Content starts

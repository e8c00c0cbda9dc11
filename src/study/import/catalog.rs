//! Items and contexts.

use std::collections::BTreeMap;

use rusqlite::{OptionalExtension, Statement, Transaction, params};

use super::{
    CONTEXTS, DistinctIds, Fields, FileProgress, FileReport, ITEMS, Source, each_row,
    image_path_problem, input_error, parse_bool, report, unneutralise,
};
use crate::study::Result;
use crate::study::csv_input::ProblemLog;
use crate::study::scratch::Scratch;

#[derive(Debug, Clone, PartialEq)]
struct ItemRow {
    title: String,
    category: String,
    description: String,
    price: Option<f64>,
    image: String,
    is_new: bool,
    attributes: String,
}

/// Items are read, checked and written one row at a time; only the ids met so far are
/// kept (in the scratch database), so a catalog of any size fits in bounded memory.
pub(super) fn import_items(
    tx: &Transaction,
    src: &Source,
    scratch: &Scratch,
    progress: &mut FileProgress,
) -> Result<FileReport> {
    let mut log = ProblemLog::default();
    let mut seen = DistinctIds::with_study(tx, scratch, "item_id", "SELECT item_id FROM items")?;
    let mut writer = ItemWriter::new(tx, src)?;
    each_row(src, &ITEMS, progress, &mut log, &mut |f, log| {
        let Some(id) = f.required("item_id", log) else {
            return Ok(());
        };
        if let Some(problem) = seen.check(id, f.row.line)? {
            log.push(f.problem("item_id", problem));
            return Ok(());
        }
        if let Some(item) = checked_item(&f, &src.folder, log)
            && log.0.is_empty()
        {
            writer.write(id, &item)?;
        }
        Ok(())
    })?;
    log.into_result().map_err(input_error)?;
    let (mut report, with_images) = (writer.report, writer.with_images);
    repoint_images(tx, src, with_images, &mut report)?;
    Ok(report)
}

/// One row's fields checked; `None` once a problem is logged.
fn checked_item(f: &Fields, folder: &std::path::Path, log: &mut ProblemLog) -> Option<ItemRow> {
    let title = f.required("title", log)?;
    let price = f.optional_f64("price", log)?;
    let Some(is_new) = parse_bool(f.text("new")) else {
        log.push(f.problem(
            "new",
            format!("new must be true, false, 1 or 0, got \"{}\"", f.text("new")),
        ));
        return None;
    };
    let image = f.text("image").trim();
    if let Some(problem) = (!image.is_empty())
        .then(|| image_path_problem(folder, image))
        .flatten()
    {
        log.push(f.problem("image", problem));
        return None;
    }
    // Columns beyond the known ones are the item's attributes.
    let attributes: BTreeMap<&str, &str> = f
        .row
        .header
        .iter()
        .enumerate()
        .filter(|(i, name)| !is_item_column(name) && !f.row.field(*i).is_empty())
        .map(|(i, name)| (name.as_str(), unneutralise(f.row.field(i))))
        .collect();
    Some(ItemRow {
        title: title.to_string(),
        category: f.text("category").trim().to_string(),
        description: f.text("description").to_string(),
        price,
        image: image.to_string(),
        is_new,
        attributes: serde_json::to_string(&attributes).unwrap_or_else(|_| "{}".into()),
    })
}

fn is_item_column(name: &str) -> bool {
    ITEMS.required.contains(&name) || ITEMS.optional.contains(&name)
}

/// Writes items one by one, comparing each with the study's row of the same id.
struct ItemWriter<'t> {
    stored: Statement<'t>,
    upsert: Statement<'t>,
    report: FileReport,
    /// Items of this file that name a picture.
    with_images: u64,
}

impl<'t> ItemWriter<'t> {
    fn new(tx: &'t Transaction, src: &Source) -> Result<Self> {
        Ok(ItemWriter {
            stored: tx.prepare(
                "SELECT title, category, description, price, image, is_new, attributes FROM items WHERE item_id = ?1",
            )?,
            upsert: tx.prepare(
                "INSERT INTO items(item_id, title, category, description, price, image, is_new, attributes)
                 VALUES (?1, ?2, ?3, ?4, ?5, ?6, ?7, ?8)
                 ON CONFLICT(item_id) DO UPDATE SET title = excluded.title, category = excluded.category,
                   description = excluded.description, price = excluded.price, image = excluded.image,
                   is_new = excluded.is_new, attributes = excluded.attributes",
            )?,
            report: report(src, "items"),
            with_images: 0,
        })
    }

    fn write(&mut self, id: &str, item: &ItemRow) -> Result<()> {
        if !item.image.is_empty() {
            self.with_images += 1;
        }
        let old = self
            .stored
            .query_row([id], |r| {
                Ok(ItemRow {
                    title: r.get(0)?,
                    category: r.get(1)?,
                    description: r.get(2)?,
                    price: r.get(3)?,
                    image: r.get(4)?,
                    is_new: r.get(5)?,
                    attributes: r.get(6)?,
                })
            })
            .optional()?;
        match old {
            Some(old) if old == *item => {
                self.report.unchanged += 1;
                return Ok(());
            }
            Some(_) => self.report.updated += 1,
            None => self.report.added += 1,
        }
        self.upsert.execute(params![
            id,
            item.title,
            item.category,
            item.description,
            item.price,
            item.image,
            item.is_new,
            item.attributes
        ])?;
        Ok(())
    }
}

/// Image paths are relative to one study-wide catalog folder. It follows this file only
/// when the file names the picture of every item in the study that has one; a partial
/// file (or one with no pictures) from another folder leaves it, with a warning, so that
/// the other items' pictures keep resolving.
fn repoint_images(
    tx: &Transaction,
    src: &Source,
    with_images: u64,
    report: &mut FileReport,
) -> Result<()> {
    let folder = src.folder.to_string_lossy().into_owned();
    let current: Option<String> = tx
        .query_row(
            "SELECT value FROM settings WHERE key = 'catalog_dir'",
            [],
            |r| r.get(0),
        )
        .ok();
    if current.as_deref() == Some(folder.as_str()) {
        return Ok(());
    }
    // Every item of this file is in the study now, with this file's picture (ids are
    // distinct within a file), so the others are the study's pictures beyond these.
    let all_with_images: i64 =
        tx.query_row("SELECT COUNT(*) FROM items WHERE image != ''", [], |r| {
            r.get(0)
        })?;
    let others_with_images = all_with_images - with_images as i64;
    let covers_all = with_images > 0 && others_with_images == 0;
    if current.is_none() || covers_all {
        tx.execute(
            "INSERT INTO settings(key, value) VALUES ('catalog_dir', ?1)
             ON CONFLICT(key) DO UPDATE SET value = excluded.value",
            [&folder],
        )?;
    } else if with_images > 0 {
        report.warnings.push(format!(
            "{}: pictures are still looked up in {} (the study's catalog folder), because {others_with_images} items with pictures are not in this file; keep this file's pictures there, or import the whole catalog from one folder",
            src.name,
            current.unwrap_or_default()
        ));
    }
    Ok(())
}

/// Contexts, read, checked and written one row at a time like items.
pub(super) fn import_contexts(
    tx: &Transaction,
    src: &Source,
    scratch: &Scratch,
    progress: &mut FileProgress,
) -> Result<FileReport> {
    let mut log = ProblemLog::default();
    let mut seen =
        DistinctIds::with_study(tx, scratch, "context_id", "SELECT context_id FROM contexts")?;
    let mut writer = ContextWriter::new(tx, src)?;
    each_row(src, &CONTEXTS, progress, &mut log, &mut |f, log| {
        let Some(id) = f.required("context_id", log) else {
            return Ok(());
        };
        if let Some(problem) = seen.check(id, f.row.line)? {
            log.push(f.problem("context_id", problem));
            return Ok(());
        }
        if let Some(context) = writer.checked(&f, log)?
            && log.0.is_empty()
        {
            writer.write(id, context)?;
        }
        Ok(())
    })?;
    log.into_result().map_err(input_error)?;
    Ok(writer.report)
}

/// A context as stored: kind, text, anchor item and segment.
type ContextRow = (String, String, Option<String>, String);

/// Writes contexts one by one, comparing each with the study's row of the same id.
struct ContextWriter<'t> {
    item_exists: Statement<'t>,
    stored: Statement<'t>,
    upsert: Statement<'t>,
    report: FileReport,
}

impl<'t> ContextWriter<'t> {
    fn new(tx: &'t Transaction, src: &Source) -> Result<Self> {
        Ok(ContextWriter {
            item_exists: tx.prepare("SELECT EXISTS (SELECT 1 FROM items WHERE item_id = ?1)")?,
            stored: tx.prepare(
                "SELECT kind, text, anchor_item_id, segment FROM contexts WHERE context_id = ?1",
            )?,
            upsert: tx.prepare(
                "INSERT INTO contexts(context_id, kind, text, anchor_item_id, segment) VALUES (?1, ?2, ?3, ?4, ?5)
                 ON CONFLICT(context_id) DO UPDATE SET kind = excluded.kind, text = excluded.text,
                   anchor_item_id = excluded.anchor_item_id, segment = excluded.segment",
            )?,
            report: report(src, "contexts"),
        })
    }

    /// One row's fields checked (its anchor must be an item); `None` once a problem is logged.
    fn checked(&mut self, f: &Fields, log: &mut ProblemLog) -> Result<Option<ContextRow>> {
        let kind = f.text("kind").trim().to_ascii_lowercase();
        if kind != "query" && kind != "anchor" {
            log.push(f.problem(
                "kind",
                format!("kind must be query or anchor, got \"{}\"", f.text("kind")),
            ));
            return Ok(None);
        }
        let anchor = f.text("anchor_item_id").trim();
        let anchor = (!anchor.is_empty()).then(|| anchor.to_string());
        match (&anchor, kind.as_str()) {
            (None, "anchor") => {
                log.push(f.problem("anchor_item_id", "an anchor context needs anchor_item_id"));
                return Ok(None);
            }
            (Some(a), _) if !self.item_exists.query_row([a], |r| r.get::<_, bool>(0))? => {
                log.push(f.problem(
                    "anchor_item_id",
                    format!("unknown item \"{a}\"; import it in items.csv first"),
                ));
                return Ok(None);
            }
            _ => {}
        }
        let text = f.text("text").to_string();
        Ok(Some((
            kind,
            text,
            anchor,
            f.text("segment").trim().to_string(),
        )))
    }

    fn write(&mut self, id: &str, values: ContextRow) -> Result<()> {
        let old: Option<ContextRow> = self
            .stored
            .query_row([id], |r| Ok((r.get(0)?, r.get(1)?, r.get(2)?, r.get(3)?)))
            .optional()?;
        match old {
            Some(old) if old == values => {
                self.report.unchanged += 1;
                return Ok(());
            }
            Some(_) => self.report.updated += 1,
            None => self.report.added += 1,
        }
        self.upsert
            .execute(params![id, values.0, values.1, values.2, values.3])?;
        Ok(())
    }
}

Content ends

WORK INSTRUCTION:
Every line that contains the string "written" should be returned from the data.

ANSWER TO THIS PROBLEM:
/// Items are read, checked and written one row at a time; only the ids met so far are
/// Contexts, read, checked and written one row at a time like items.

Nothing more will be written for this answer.